[Stored items]
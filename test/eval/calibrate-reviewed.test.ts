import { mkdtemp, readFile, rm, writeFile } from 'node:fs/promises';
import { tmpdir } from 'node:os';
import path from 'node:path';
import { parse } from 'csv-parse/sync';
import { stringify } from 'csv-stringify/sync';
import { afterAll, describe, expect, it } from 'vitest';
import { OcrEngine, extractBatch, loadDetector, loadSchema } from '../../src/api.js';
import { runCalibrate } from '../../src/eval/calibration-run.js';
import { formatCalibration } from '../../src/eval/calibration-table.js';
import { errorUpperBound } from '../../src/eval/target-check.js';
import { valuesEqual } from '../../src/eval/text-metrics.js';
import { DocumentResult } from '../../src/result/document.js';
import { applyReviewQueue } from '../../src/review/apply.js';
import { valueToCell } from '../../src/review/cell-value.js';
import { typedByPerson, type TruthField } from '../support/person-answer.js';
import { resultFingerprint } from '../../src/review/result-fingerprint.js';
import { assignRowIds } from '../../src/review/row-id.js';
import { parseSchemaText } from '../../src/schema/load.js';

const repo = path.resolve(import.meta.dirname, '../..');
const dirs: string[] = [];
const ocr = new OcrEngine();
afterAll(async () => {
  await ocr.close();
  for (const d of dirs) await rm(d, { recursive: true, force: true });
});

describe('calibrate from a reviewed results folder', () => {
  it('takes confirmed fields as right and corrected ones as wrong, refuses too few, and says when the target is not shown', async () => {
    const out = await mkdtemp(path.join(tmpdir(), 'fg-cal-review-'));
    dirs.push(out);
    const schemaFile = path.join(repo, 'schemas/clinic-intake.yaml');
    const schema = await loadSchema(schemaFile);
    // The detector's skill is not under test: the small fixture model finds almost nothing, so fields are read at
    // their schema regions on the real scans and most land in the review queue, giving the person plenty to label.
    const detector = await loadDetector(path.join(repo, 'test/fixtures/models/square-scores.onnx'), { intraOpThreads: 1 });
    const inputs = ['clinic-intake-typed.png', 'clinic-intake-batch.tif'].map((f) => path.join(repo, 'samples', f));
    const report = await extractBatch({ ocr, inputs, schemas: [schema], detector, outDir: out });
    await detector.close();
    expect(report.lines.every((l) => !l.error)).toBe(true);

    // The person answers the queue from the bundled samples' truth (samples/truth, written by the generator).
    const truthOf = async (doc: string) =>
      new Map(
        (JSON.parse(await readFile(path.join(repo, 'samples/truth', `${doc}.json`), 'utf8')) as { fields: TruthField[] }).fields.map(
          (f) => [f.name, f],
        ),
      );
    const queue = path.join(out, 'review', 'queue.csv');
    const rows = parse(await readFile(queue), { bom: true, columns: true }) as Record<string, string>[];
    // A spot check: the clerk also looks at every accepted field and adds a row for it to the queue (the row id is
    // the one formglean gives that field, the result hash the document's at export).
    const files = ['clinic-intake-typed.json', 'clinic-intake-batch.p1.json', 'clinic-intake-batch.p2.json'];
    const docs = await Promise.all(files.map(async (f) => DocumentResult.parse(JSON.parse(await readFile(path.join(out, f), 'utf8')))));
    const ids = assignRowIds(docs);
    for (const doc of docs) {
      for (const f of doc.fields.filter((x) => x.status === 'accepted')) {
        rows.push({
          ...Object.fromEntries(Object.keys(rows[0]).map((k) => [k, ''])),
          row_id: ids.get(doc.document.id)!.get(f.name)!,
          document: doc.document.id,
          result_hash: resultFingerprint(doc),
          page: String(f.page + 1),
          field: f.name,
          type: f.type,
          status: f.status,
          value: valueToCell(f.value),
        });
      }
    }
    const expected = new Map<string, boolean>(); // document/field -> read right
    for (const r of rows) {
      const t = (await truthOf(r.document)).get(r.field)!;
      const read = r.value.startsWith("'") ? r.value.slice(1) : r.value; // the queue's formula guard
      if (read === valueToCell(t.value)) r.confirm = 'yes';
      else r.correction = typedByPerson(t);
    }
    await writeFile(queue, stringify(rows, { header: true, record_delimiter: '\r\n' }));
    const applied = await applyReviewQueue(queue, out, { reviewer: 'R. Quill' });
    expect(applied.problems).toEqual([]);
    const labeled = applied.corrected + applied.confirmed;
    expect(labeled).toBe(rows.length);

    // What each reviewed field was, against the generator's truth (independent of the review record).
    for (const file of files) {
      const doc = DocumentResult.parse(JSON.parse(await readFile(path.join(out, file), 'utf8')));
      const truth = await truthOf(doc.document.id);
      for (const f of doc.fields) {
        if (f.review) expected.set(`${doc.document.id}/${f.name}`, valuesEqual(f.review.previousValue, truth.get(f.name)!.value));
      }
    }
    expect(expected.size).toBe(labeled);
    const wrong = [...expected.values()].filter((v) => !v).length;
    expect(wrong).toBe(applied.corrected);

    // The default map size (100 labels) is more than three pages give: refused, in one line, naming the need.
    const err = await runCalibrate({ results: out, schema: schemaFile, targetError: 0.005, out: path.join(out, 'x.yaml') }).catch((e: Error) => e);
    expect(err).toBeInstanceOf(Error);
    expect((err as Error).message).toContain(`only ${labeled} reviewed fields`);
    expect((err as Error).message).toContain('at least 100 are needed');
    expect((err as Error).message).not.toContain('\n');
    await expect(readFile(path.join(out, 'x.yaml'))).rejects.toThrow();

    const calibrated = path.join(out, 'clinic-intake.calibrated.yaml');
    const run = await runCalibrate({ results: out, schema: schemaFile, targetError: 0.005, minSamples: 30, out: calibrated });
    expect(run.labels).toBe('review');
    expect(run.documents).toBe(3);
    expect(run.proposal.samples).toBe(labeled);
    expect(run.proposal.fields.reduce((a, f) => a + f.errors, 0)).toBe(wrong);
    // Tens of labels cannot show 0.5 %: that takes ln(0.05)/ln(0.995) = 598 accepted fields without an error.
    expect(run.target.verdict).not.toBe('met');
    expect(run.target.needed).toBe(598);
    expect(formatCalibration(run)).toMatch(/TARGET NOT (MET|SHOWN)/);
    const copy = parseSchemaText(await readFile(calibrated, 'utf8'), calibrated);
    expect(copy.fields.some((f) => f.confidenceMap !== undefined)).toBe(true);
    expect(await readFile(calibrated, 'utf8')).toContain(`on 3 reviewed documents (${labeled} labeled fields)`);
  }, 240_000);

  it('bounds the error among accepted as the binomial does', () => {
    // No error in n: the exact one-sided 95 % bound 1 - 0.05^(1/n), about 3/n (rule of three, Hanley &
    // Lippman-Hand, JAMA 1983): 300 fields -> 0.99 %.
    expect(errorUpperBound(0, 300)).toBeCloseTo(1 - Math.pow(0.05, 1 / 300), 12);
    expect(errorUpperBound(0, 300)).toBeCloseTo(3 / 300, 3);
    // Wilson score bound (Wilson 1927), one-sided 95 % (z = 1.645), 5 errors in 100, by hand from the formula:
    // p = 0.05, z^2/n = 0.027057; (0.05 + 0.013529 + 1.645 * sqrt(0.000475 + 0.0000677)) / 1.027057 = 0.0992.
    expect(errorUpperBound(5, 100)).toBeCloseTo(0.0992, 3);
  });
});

---

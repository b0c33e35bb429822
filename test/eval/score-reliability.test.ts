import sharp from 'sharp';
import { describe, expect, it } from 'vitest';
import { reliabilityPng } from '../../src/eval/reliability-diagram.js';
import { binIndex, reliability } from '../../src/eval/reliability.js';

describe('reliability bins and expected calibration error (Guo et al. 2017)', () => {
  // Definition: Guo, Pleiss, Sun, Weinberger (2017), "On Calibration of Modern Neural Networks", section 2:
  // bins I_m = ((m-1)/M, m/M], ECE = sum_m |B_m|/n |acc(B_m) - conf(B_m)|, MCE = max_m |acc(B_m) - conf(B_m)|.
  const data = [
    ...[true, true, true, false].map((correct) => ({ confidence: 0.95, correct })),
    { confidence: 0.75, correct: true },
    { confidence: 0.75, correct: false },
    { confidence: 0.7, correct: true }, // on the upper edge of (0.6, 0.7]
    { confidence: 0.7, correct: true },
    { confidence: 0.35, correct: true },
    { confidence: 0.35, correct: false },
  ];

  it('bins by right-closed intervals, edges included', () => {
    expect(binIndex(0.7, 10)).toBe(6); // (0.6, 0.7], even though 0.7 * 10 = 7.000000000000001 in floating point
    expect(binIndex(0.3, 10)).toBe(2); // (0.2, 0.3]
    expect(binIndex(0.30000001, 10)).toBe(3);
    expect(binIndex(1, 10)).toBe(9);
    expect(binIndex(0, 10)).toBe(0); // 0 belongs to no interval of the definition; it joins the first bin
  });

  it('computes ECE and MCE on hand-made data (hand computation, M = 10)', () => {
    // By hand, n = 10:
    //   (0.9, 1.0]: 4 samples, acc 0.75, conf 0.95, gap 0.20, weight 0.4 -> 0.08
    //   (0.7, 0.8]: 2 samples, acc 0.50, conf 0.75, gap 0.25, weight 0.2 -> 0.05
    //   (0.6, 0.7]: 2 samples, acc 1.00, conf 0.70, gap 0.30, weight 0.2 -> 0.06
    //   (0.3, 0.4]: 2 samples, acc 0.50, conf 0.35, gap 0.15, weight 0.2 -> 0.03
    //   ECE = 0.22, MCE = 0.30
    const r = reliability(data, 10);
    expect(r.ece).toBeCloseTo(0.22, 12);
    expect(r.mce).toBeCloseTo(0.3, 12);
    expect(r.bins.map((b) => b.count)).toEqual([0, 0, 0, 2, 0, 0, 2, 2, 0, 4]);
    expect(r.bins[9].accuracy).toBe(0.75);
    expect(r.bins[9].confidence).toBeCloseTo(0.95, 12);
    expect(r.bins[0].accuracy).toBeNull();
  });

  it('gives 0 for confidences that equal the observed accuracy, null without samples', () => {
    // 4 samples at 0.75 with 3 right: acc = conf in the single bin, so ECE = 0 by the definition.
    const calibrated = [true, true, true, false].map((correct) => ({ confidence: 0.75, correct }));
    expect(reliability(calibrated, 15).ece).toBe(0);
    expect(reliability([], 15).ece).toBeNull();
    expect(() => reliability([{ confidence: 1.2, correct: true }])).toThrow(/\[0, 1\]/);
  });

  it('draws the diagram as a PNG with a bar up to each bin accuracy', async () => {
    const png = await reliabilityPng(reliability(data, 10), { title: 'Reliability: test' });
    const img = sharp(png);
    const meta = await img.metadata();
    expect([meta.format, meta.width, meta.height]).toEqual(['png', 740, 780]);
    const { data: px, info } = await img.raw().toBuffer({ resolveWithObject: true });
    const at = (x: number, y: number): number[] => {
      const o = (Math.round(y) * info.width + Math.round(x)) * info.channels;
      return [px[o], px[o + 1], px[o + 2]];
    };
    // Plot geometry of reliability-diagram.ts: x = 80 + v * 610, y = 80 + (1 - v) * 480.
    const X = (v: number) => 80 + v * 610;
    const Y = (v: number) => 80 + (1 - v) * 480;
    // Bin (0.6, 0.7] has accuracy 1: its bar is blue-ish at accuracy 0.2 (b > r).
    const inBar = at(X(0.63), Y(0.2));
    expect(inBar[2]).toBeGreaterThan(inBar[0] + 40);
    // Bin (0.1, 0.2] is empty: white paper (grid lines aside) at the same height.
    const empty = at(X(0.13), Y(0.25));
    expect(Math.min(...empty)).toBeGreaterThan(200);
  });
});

What the exercise asks: Search the data for the word "lines" and copy each line where it appears.

Answer section:
    expect(report.lines.every((l) => !l.error)).toBe(true);
    // Bin (0.1, 0.2] is empty: white paper (grid lines aside) at the same height.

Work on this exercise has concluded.